Bu hafta oynanacak maçlar ile ligin ilk yarısı bitiyor. Takımlarımızın sezon başlangıcına baktığımızda herhalde kimse Galatasaray’ın ilk yarıyı lider bitireceğini düşünmüyordu.

Lider bitirir diyenler de Fenerbahçe, Beşiktaş, Başakşehir ve Trabzon maçlarında toplam 12 gol atıp, bir gol yiyerek ilk yarıyı tamamlayacağını iddia edemezdi. Galatasaray, üstelik doğrudan rakiplerine karşı oynadığı bu üç maçtan yalnızca Beşiktaş maçını kendi evinde oynadı. 

Önümüzde oynayacağı 10 maçın da yedisini kendi evinde oynayacak. Yani kâğıt üzerinde baktığımızda Galatasaray ligin ağır favorisi haline geldi.

Yine mart ayından itibaren Fenerbahçe’nin Avrupa Kupası maçlarında oynayacak olması işini iyice zorlaştıracak gibi duruyor. Ancak Fenerbahçe daha transfer sezonu bile açılmamışken Samet Akaydın ile anlaştı. Sezon başı 2,8 milyon euroya Abdülkerim ile anlaşmayıp, devre arası 4,5 milyon euro Samet Akaydın’a vermek gerçekten büyük hata. Tabii ki Samet’in Türk kontenjanında oynaması ise bir avantaj. 

Burada bir başka çelişki ise Adana Demirspor Başkanı Murat Sancak’tan geldi. “Bu ligde şampiyon belli” dedi Başakşehir maçından sonra. Bu yüzden de “Hulk’u almasam mı diye düşünüyorum” çıkışını yaptı. Peki madem şampiyon belli ise o zaman Fenerbahçe’ye de 4,5 milyon euroya Samet Akaydın’ı satmasın o zaman.

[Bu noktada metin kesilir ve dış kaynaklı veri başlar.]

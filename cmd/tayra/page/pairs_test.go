package page

import (
	"reflect"
	"testing"

	"pgregory.net/rapid"

	"tayra/dose"
)

// bare takes the places in the file out of a case: a form has none.
func bare(v reflect.Value) {
	for i := range v.NumField() {
		f := v.Field(i)
		switch {
		case v.Type().Field(i).Tag.Get("json") == "-":
			f.SetZero()
		case f.Type() == entryType:
			f.Set(reflect.ValueOf(dose.E(f.Interface().(dose.Entry).Text)))
		case f.Type() == listType:
			for k := range f.Len() {
				f.Index(k).Set(reflect.ValueOf(dose.E(f.Index(k).Interface().(dose.Entry).Text)))
			}
		case f.Kind() == reflect.Struct:
			bare(f)
		case f.Kind() == reflect.Slice:
			for k := range f.Len() {
				bare(f.Index(k))
			}
		}
	}
}

// Opening a case file and sending the form again gives the same case.
func TestPairsAreTheCase(t *testing.T) {
	for _, name := range caseNames(t) {
		in, _, err := dose.ReadCase(name, example(t, name))
		if err != nil {
			t.Fatal(err)
		}
		again, err := caseOf(pairsOf(in))
		if err != nil {
			t.Fatal(name, err)
		}
		bare(reflect.ValueOf(in).Elem())
		if !reflect.DeepEqual(in, again) {
			t.Errorf("%s:\n%+v\nbecomes\n%+v", name, in, again)
		}
	}
}

// Whatever is typed in whichever fields, the case holds it, and the form can be
// filled from the case with it again.
func TestPairsComeBack(t *testing.T) {
	leaves := leavesOf(reflect.TypeFor[dose.CaseInput](), "")
	rapid.Check(t, func(t *rapid.T) {
		want := map[string]string{}
		var pairs []pair
		for _, leaf := range leaves {
			if !rapid.Bool().Draw(t, leaf) {
				continue
			}
			switch leaf {
			case "overrides", "method.thresholds":
				leaf += "." + rapid.StringMatching(`[a-z]{1,8}(-[a-z0-9]{1,5})?`).Draw(t, "name")
			}
			for _, place := range []string{"0", "1"} {
				path := leaf
				if i := indexOf(leaf, '#'); i >= 0 {
					path = leaf[:i] + place + leaf[i+1:]
				} else if place == "1" {
					break
				}
				text := rapid.StringMatching(`[!-+\--~é°µ]([ -+\--~é°µ]{0,20}[!-+\--~é°µ])?`).Draw(t, "text")
				pairs = append(pairs, pair{path, text})
				want[path] = text
			}
		}
		in, err := caseOf(pairs)
		if err != nil {
			t.Fatal(err)
		}
		for _, p := range pairsOf(in) {
			if want[p[0]] != p[1] {
				t.Fatalf("%s: %q, want %q", p[0], p[1], want[p[0]])
			}
			delete(want, p[0])
		}
		if len(want) > 0 {
			t.Fatalf("lost: %v", want)
		}
	})
}

func indexOf(s string, c byte) int {
	for i := range len(s) {
		if s[i] == c {
			return i
		}
	}
	return -1
}

func TestPairsAreTrimmedAsAFileIs(t *testing.T) {
	in, err := caseOf([]pair{{"patient.mass", "  41 kg\t"}, {"models[0].source", "one\r\ntwo "}, {"patient.condition", "renal"}, {"patient.condition", "torpid"},
		{"method.intervals", "6 h,8 h , 12 h"}, {"models[1].dose", " "}, {"overrides.peak", ""}})
	if err != nil {
		t.Fatal(err)
	}
	if in.Patient.Mass.Text != "41 kg" || in.Models[0].Source.Text != "one\ntwo" || len(in.Patient.Condition) != 2 ||
		len(in.Method.Intervals) != 3 || in.Method.Intervals[1].Text != "8 h" || len(in.Models) != 2 || len(in.Overrides) != 0 {
		t.Errorf("%+v", in)
	}
}

// No path, however made, does more than set an entry of a case or be refused.
func FuzzPairs(f *testing.F) {
	for _, s := range []string{"case", "patient.mass", "models[0].dose", "models[59].tolerated.dose", "models[].dose", "models[0]", "overrides.", "method.thresholds.peak", "..", "[", "a[0", "date.x", "patient"} {
		f.Add(s, "41 kg")
	}
	f.Fuzz(func(t *testing.T, path, text string) {
		in, err := caseOf([]pair{{path, text}})
		if err != nil {
			return
		}
		if len(in.Models) > maxItems || len(in.Published) > maxItems || in.File != "" || in.Fit != nil {
			t.Errorf("%q made %+v", path, in)
		}
		pairsOf(in)
	})
}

Beşiktaş ise tam bir Bermuda Şeytan Üçgeni'nin içine düştü. Ronaldo M. United’tan ayrılıp Al Nasr’a gitti. M. United ise Beşiktaş’tan Weghorts’u aldı. Yani Ronaldo’yu gönderip Weghourts’u almak gerçekten akıl tutulması. Forvetsiz kalan Beşiktaş da All Nasr’dan Aboubakar'ı alıyor. Bu üçgenden Beşiktaş kârlı çıkacak gibi duruyor. Günün sonunda anladığımız ise Messi, Weghorts hakkında ne söylemiş ise haklıymış.